Input data:
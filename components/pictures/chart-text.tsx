import type { ComponentProps } from 'react';
import { Text as SvgText } from 'react-native-svg';
import { theme } from '../../constants/theme';
import { formulaSpeech } from '../ui/formula-speech';

/**
 * Text inside a chart, in the app's own font: an SVG text element without a family falls back
 * to the browser's default, a serif unlike every other word of the app. Size 11 and the faint
 * ink unless told otherwise. A label with maths in it ("−π/2", "1e−300") is named by its spoken
 * form ("minus pi over 2", formula-speech.ts), as FormulaText is; the picture's own label, which
 * is what a screen reader reads of an image, says the same words.
 */
export function ChartText({
  fontSize = 11,
  fill = theme.color.inkSoft,
  children,
  ...rest
}: ComponentProps<typeof SvgText>) {
  const spoken = typeof children === 'string' ? formulaSpeech(children) : null;
  return (
    <SvgText
      fontFamily={theme.font.regular}
      fontSize={fontSize}
      fill={fill}
      aria-label={spoken !== null && spoken !== children ? spoken : undefined}
      {...rest}
    >
      {children}
    </SvgText>
  );
}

Problem to solve: Transcribe each entry precisely, missing none.

Solved exercise:
filename components/pictures/chart-text.tsx
import type { ComponentProps } from 'react';
import { Text as SvgText } from 'react-native-svg';
import { theme } from '../../constants/theme';
import { formulaSpeech } from '../ui/formula-speech';

/**
 * Text inside a chart, in the app's own font: an SVG text element without a family falls back
 * to the browser's default, a serif unlike every other word of the app. Size 11 and the faint
 * ink unless told otherwise. A label with maths in it ("−π/2", "1e−300") is named by its spoken
 * form ("minus pi over 2", formula-speech.ts), as FormulaText is; the picture's own label, which
 * is what a screen reader reads of an image, says the same words.
 */
export function ChartText({
  fontSize = 11,
  fill = theme.color.inkSoft,
  children,
  ...rest
}: ComponentProps<typeof SvgText>) {
  const spoken = typeof children === 'string' ? formulaSpeech(children) : null;
  return (
    <SvgText
      fontFamily={theme.font.regular}
      fontSize={fontSize}
      fill={fill}
      aria-label={spoken !== null && spoken !== children ? spoken : undefined}
      {...rest}
    >
      {children}
    </SvgText>
  );
}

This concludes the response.